Task description
Hunt through the entries for the word "model" and copy each line in which it appears.

Data extract

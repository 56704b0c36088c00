"""Text → sheet: every section, every key and every value checked."""

from __future__ import annotations

from collections.abc import Iterable, Mapping, Sequence
from pathlib import Path
from typing import Any

from benchfit import circuits
from benchfit.circuits.model import Circuit, Part
from benchfit.errors import QuantityError, SheetError
from benchfit.quantity import Toleranced, parse
from benchfit.sheet.alternatives import check_complete
from benchfit.sheet.model import CaptureChanges, ChannelChoice, Probe, Scope, Sheet
from benchfit.sheet.toml import Source, nearest

SECTIONS = (
    "title", "circuit", "target", "parts", "readings", "channels", "probe", "scope", "record", "capture",
)  # fmt: skip
MEASURED = {"frequency": "Hz", "period": "s", "duty": "1"}

# What a reading without the meter's tolerance is taken to be good for (common practice: handheld meters).
METER = {"Ω": "1 %", "F": "3 %", "V": "1 %", "A": "2 %", "Hz": "0.1 %", "s": "0.1 %"}
# Common practice: ×10 probes and the inputs behind them.
PROBE_RESISTANCE, PROBE_CAPACITANCE = "2 %", "10 %"


def read_sheet(path: str | Path | None, overrides: Sequence[str]) -> Sheet:
    """See :meth:`Sheet.load`."""
    if path is None:
        return parse_sheet("", overrides, "")
    try:
        text = Path(path).read_bytes().decode("utf-8-sig")
    except OSError as error:
        says = f"{path}: the build sheet cannot be read: {error.strerror or error}"
        raise SheetError(says, path=str(path), key="") from None
    except UnicodeDecodeError as error:
        says = f"{path}: the build sheet is not UTF-8 text (byte {error.start}); save it as UTF-8"
        raise SheetError(says, path=str(path), key="") from None
    return parse_sheet(text, overrides, str(path))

Result below
from benchfit.circuits.model import Circuit, Part
from benchfit.sheet.model import CaptureChanges, ChannelChoice, Probe, Scope, Sheet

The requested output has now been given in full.